Answered by shadowsabers03
2

We're actually given,

\begin{aligned}&9\tan^2A+4\cot^2A\quad\implies\quad 9\tan^2A+\dfrac{4}{\tan^2A}\end{aligned}

At the minimum value of this, the derivative of this will be at zero. So let's find what the derivative of it is.

We have to differentiate it with respect to  \tan A.

To avoid some confusion, let,

\leadsto\ x=\tan A\\\\\leadsto\ y=9\tan^2A+\dfrac{4}{\tan^2A}\ =\ 9x^2+\dfrac{4}{x^2}

So,

\dfrac{dy}{dx}\ =\ \dfrac{d}{dx}\left(9x^2+\dfrac{4}{x^2}\right)\ =\ \dfrac{d}{dx}\left(9x^2+4x^{-2}\right)\ =\ 18x-8x^{-3}

That is,

y'=18\tan A-\dfrac{8}{\tan^3A}

As we said earlier, to get  \min(y),\quad\quad\min(y')=0.

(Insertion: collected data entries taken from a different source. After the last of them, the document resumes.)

R23 = [
    case("R23-zh-zhege-zhoumo-on-a-Wednesday", "这个周末部署", "这个周末", "R23",
         weekend(first_open_weekend(TODAY)), weekend_value(first_open_weekend(TODAY))),
    case("R23-zh-shangge-zhoumo-on-a-Wednesday", "上个周末的告警", "上个周末", "R23",
         weekend(last_ended_weekend(TODAY)), weekend_value(last_ended_weekend(TODAY))),
    case("R23-zh-shang-zhoumo-on-a-Wednesday", "上周末的告警", "上周末", "R23", weekend(last_ended_weekend(TODAY))),
    case("R23-zh-xiage-zhoumo-on-a-Wednesday", "下个周末的维护", "下个周末", "R23",
         weekend(first_open_weekend(TODAY) + D(weeks=1)), alts=(alt("R23", None, weekend(first_open_weekend(TODAY))),)),
    case("R23-zh-zai-zhoumo-on-a-Wednesday", "在周末什么坏了？", "在周末", "R23",
         weekend(last_ended_weekend(TODAY)), alts=(alt("R23", _FUT, weekend(first_open_weekend(TODAY))),)),
    case("R23-zh-zai-zhoumo-future-bias", "在周末会出什么问题？", "在周末", "R23",
         weekend(first_open_weekend(TODAY)), alts=(alt("R23", _PAST, weekend(last_ended_weekend(TODAY))),),
         bias="future"),
    case("R23-zh-zhege-zhoumo-on-a-Saturday", "这个周末部署", "这个周末", "R23",
         weekend(first_open_weekend(_SAT)), now=SATURDAY),
    case("R23-zh-shangge-zhoumo-on-a-Saturday", "上个周末的告警", "上个周末", "R23",
         weekend(last_ended_weekend(_SAT)), now=SATURDAY),
    case("R23-zh-xiage-zhoumo-on-a-Saturday", "下个周末的维护", "下个周末", "R23",
         weekend(first_open_weekend(_SAT) + D(weeks=1)), now=SATURDAY),
    case("R23-zh-ben-zhoumo-on-a-Sunday", "本周末部署", "本周末", "R23",
         weekend(first_open_weekend(SUNDAY.date())), now=SUNDAY),
    case("R23-zh-shangge-zhoumo-on-a-Monday", "上个周末的告警", "上个周末", "R23",
         weekend(last_ended_weekend(MONDAY_AFTER.date())), now=MONDAY_AFTER),
]

TABLES = {"R1": R1, "R2": R2, "R3": R3, "R4": R4, "R5": R5, "R6": R6, "R7": R7, "R8": R8,
          "R9": R9, "R10": R10, "R11": R11, "R12": R12, "R13": R13, "R14": R14, "R15": R15,
          "R16": R16, "R17": R17, "R18": R18, "R19": R19, "R20": R20, "R21": R21, "R22": R22,
          "R23": R23}
#: Readings that get more worked examples than the three every reading has.
DEEP = ("R5", "R11", "R12", "R13", "R14", "R15", "R16", "R18", "R22", "R23")


def _all_cases() -> list[Any]:
    return [pytest.param(*p.values, id=p.id) for table in TABLES.values() for p in table]


def test_every_reading_has_worked_chinese_examples() -> None:
    assert sorted(TABLES, key=lambda r: int(r[1:])) == [f"R{i}" for i in range(1, 24)]
    for rid, table in TABLES.items():
        assert len(table) >= (4 if rid in DEEP else 3), rid
        assert all(p.id.startswith(f"{rid}-zh-") for p in table), rid


def test_the_clocks_and_CLDR_facts_the_tables_use() -> None:
    # stdlib date.weekday(); CLDR 49 via babel: zh weeks start on Monday, weekend
    # Saturday-Sunday, numeric dates year first; Shanghai keeps UTC+08:00 (tzdata).
    assert (NOW.weekday(), SATURDAY.weekday(), SUNDAY.weekday(), MONDAY_AFTER.weekday()) == (2, 5, 6, 0)
    assert _ZH_FIRST == MO and zh_weekend() == (SA, 2)
    assert zh_order() == "YMD"
    assert SHANGHAI_NOW.utcoffset() == SHANGHAI_MARCH_FIRST.utcoffset() == timedelta(hours=8)
    assert (period_id("上午"), period_id("下午"), period_id("晚上")) == ("morning2", "afternoon2", "evening1")


@pytest.mark.parametrize(PARAMS, _all_cases())
def test_chinese_phrase_resolves_to_its_interval(question, phrase, reading, bounds, value, alts, context):
    check(question, phrase, reading, bounds, value, alts, context)


@pytest.mark.parametrize(PARAMS, _all_cases())
def test_every_chinese_alternative_names_a_policy_that_selects_it_or_none(
        question, phrase, reading, bounds, value, alts, context):
    m = one(question, **context)
    for a in m.alternatives:
        if a.policy is None:
            continue
        key, _, setting = a.policy.partition("=")
        chosen = one(question, **{**context, key: setting})
        assert (chosen.start, chosen.end) == (a.start, a.end), a.policy


def test_the_locale_file_reads_last_weekday_as_that_day_of_last_week() -> None:
    # common practice: "上周一" is Monday of last week (stated in locales/zh.toml).
    assert load_locale("zh").meta.weekday_reading == "week"


# --- D: lengths of time after a cue -----------------------------------------------------------

DURATIONS = [
    ("D-zh-chaoguo-3-tian", "超过3天未关闭的bug", "3天", "P3D"),
    ("D-zh-chixu-liang-zhou", "持续两周的故障", "两周", "P2W"),
    ("D-zh-changda-24-xiaoshi", "评审长达24小时", "24小时", "PT24H"),
    ("D-zh-zhishao-yigeyue", "至少一个月没有更新的工单", "一个月", "P1M"),
]


@pytest.mark.parametrize(("question", "phrase", "value"), [d[1:] for d in DURATIONS],
                         ids=[d[0] for d in DURATIONS])
def test_D_a_count_of_units_after_a_cue_is_a_duration(question, phrase, value):
    # ISO 8601 durations; the cue words ("超过", "持续") stay in the question.
    m = one(question)
    assert (m.text, m.kind, m.reading, m.value) == (phrase, "duration", "D", value)
    assert m.start is None and m.end is None


def test_a_count_of_units_without_a_cue_is_no_mention() -> None:
    # "一周一次" (once a week): a bare length of time needs a cue.
    assert run("一周一次的发布").mentions == ()


# --- policies ---------------------------------------------------------------------------------

POLICY_FLIPS = [
    ("R12-zh-bias-future-3-yue", "3月的bug", {}, ("bias", "future", "past")),
    ("R12-zh-bias-future-12-yue-3-ri", "12月3日发布的", {}, ("bias", "future", "past")),
    ("R13-zh-bias-future-zhouyi", "周一的bug", {}, ("bias", "future", "past")),
    ("R20-zh-bias-future-di-48-zhou", "第48周的工单", {}, ("bias", "future", "past")),
    ("R23-zh-bias-future-zai-zhoumo", "在周末什么坏了？", {}, ("bias", "future", "past")),
    ("R7-zh-bias-future-zicong-3-yue-yilai", "自从3月以来关闭的bug", {}, ("bias", "future", "past")),
    ("R11-zh-bias-future-cong-3-yue-dao-5-yue", "从3月到5月的bug", {}, ("bias", "future", "past")),
    ("R5-zh-window-calendar-guoqu-3-geyue", "过去3个月关闭的工单", {}, ("window_reading", "calendar", "rolling")),
    ("R6-zh-window-calendar-weilai-san-tian", "未来三天到期的任务", {}, ("window_reading", "calendar", "rolling")),
    ("R16-zh-weekday-nearest-shangzhouyi", "上周一什么坏了？", {}, ("weekday_reading", "nearest", "week")),
    ("R16-zh-weekday-nearest-xiazhousi", "下周四计划了什么？", {}, ("weekday_reading", "nearest", "week")),
    ("R18-zh-date-order-MDY", "04/03/2026修复的", {}, ("date_order", "MDY", "DMY")),
]


@pytest.mark.parametrize(("question", "base", "setting"), [p[1:] for p in POLICY_FLIPS],
                         ids=[p[0] for p in POLICY_FLIPS])
def test_a_policy_flips_the_chinese_reading_and_the_old_one_becomes_the_alternative(question, base, setting):
    key, new, old = setting
    before_ = one(question, **base)
    after_ = one(question, **base, **{key: new})
    offered = [a for a in before_.alternatives if a.policy == f"{key}={new}"]
    assert len(offered) == 1
    assert (after_.start, after_.end, after_.reading) == (offered[0].start, offered[0].end, offered[0].reading)
    assert (after_.start, after_.end) != (before_.start, before_.end)
    back = [a for a in after_.alternatives if a.policy == f"{key}={old}"]
    assert [(a.start, a.end, a.reading) for a in back] == [(before_.start, before_.end, before_.reading)]


def test_a_year_first_numeric_date_has_no_other_order() -> None:
    # CLDR zh writes y/M/d: a four-digit first field is the year whatever date_order says.
    for order in ("DMY", "MDY", "YMD"):
        m = one("2026/3/4修复的", date_order=order)
        assert (m.start, m.end, m.alternatives) == (*day(_ZH_3_4), ())


# --- Chinese and English in one question -------------------------------------------------------

MIXED = [
    ("R2-zh-en-bugs-shangzhou", "bugs 上周", "上周", "zh", zh_week(TODAY + D(weeks=-1))),
    ("R2-zh-en-shangzhou-de-PR", "上周的 PR 有哪些", "上周", "zh", zh_week(TODAY + D(weeks=-1))),
    ("R7-zh-en-show-tickets-zi-shangzhou-yilai", "show tickets 自上周以来", "自上周以来", "zh",
     since(zh_week(TODAY + D(weeks=-1)))),
    ("R3-zh-en-3-tian-qian-merged", "3天前 merged 的 PR", "3天前", "zh", day(TODAY + D(days=-3))),
    ("R2-zh-en-sprint-12-benyue", "sprint 12 里本月关闭的 tickets", "本月", "zh", month_of(TODAY)),
    ("R7-zh-en-bugs-since-shangzhou", "bugs since 上周", "since 上周", "en", since(zh_week(TODAY + D(weeks=-1)))),
    ("R2-zh-en-last-week-de-bug", "last week 的 bug 有哪些", "last week", "en", zh_week(TODAY + D(weeks=-1))),
    ("R19-zh-en-2026-nian-3-yue-release", "2026年3月 release 的 blockers", "2026年3月", "zh", month(2026, 3)),
    ("R1-zh-en-tickets-closed-zuotian", "tickets closed 昨天", "昨天", "zh", day(TODAY + D(days=-1))),
    ("R11-zh-en-cong-Monday-dao-zhouwu", "从 Monday 到 周五 的 commits", "从 Monday 到 周五", "zh",
     joined(day(on_or_before(TODAY, MO)), day(on_or_before(TODAY, MO) + D(weekday=FR)))),
    ("R10-zh-en-jiezhi-Friday", "截至 Friday 的 tasks", "截至 Friday", "zh", until(day(on_or_after(TODAY, FR)))),
    ("R5-zh-en-P1-bugs-zai-guoqu-7-tian", "P1 bugs 在过去7天", "在过去7天", "zh", (wall(NOW, days=-7), iso(NOW))),
    ("R11-zh-en-between-3-yue-and-5-yue", "bugs between 3月 and 5月", "between 3月 and 5月", "en",
     joined(month(2026, 3), month(2026, 5))),
]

\implies\ \ 18\tan A-\dfrac{8}{\tan^3A}=0\\\\\\\implies\ \ 18\tan A=\dfrac{8}{\tan^3A}\\\\\\\implies\ \ \tan^4A=\dfrac{4}{9}\\\\\\\implies\ \ &\tan^2A=\dfrac{2}{3}

So, y becomes,

9\tan^2A+\dfrac{4}{\tan^2A}\ =\ 9\cdot\dfrac{2}{3}+\dfrac{4}{\left(\frac{2}{3}\right)}\ =\ \mathbf{12}

Hence 12 is the answer.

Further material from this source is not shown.